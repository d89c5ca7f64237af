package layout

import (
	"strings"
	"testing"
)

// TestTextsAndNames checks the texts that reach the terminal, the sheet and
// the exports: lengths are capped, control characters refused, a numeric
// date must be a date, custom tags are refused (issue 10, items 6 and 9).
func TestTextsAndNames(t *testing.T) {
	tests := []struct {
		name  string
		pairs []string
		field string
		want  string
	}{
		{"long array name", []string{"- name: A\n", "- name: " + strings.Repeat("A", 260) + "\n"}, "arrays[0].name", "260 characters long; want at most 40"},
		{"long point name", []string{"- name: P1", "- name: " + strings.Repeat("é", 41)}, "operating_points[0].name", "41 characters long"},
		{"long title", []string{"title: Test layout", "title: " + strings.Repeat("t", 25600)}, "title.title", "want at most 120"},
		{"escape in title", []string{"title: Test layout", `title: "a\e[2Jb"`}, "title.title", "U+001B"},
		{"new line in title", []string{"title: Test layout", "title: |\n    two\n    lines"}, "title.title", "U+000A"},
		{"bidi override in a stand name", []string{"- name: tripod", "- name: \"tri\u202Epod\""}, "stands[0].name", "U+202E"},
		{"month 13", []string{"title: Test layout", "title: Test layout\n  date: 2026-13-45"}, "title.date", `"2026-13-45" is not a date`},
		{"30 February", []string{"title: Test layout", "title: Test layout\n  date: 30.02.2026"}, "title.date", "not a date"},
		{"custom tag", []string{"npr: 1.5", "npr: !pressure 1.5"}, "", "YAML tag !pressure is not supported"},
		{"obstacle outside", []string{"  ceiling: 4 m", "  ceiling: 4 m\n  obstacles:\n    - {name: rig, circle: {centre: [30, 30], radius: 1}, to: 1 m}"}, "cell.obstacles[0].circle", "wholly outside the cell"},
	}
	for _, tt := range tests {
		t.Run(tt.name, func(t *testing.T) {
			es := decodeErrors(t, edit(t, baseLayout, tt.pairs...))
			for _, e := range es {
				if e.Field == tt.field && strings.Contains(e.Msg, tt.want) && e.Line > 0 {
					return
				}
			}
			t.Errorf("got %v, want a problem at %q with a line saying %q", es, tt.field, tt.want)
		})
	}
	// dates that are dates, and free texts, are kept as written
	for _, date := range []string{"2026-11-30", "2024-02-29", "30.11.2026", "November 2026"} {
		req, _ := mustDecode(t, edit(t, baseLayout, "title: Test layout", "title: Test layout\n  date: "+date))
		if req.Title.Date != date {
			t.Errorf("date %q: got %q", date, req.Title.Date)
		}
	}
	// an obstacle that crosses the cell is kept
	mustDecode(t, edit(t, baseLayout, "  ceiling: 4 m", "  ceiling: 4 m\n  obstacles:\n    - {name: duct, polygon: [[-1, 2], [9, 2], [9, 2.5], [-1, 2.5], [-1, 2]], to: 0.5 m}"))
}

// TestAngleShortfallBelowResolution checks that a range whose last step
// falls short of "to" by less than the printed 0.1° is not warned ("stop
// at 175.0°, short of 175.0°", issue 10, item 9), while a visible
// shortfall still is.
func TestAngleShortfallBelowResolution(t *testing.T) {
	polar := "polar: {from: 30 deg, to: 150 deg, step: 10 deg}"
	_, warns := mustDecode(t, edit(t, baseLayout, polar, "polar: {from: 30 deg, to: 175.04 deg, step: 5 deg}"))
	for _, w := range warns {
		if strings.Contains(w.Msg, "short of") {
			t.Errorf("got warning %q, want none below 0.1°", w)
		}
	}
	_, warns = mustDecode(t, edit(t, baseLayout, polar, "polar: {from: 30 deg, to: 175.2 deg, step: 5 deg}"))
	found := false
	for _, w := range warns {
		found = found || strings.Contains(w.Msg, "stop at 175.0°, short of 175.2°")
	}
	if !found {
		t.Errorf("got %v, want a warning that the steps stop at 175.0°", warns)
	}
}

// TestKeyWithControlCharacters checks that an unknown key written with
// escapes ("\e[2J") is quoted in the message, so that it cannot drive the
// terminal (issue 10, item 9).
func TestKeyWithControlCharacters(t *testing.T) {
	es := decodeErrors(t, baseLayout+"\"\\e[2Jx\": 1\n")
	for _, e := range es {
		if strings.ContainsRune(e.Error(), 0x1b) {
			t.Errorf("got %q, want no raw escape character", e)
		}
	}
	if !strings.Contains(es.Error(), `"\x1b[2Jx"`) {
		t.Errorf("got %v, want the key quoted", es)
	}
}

* * *

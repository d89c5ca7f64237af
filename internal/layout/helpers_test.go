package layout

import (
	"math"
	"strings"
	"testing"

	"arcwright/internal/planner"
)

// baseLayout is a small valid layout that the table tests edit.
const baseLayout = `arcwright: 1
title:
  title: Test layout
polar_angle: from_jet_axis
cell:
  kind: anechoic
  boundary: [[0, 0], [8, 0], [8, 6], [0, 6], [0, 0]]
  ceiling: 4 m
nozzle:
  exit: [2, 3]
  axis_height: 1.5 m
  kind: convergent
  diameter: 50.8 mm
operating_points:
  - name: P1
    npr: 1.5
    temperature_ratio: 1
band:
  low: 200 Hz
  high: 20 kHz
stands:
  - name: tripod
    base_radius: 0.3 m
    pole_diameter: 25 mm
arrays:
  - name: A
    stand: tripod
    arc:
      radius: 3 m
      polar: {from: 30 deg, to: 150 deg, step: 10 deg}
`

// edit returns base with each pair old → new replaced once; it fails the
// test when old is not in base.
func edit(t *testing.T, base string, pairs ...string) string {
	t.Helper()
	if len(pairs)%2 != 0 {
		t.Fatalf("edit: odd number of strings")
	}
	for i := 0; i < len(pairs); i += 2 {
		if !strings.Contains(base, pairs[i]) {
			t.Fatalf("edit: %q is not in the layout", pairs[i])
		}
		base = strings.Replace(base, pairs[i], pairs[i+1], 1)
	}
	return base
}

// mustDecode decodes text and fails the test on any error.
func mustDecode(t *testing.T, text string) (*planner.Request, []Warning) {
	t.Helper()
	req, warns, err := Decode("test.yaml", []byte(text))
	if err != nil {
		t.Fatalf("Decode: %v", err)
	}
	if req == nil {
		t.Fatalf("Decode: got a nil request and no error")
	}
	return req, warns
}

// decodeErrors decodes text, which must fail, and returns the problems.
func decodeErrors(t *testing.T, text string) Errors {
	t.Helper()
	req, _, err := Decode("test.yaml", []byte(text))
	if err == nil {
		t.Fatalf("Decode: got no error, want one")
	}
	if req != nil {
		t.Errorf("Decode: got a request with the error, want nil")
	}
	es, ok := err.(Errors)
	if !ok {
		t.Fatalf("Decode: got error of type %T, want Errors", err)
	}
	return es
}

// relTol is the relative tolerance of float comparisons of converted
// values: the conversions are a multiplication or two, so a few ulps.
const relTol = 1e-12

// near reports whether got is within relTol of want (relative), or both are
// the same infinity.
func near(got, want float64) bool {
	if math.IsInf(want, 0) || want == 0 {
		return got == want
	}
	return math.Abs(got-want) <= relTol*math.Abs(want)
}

---

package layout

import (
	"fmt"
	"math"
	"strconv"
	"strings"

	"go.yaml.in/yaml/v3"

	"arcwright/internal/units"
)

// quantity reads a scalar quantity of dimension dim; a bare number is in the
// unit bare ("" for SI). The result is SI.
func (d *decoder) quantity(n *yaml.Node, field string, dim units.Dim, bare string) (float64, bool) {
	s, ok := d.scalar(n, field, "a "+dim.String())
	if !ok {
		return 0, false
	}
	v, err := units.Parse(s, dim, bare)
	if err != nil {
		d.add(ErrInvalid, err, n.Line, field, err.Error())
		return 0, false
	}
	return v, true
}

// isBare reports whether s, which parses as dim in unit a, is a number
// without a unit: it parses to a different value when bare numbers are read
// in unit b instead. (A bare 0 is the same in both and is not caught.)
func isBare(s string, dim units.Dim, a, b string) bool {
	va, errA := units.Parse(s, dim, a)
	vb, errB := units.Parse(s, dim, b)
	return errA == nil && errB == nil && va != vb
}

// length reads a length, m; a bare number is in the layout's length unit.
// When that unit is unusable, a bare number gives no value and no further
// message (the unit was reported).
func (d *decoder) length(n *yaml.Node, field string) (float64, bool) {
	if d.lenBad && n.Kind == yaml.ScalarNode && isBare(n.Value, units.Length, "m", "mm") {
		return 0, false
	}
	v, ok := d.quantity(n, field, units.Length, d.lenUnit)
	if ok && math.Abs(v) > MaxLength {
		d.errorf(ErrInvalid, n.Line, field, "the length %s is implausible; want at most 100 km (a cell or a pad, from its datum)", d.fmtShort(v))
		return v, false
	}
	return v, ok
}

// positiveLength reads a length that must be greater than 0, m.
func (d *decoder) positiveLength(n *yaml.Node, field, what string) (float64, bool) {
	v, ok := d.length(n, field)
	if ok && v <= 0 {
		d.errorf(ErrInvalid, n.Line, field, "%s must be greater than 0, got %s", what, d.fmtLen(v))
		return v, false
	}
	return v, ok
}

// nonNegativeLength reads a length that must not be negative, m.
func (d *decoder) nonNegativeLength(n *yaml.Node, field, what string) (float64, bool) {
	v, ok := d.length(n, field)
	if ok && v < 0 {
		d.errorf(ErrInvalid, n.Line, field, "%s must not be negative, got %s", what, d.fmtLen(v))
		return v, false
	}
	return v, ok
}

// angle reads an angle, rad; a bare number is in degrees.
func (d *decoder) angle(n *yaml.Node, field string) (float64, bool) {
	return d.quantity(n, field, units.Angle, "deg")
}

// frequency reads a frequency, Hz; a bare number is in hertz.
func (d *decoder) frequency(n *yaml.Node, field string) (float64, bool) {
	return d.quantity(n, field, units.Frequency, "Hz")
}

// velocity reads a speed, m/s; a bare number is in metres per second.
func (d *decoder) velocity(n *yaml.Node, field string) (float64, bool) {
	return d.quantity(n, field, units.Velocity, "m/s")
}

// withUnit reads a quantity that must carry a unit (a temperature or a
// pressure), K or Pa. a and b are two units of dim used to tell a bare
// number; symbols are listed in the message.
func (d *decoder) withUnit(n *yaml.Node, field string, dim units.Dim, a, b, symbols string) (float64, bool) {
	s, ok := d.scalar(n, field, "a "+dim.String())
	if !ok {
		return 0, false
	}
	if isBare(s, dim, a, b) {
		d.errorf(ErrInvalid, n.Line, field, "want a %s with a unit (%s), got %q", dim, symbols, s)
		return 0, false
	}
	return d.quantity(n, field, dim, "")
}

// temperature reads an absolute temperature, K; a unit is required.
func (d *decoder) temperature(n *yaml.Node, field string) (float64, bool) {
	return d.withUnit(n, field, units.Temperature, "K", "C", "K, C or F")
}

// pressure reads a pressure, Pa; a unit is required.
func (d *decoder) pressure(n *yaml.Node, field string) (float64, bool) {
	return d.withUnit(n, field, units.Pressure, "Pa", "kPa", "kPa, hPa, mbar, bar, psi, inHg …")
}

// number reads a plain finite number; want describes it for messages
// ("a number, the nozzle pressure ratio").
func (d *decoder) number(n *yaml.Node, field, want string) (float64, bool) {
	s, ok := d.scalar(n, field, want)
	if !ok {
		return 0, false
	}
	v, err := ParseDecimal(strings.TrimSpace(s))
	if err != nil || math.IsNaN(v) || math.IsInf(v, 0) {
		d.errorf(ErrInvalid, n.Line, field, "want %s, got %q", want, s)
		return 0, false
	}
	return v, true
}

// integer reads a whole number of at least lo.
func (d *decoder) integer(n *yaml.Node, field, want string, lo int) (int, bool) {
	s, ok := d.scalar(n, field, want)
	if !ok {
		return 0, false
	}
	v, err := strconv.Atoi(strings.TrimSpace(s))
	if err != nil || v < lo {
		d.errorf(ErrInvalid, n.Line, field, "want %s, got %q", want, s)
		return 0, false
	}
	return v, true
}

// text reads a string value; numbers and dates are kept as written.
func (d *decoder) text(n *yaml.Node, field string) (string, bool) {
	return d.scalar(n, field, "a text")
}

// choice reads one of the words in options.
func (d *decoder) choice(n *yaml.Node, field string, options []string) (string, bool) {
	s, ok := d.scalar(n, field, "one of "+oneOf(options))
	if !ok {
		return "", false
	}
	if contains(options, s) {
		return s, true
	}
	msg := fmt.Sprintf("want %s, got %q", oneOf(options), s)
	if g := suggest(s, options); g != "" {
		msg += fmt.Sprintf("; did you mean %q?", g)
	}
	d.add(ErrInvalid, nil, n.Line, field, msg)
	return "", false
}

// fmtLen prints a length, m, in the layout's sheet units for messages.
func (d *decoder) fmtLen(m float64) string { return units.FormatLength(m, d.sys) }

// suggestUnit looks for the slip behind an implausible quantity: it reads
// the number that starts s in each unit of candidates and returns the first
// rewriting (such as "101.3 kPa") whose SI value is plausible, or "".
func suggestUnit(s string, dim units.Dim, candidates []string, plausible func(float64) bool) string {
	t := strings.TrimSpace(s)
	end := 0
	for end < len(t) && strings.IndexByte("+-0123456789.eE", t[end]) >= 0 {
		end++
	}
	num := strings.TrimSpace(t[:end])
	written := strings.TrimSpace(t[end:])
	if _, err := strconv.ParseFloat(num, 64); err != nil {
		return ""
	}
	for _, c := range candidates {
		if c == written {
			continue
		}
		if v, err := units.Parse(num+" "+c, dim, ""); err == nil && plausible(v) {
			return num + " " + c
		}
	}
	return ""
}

◆ Exercise prompt
Search the records for the string "found" and return every line in which it occurs.

◆ Answer box
	found := false
		found = found || strings.Contains(w.Msg, "stop at 175.0°, short of 175.2°")
	if !found {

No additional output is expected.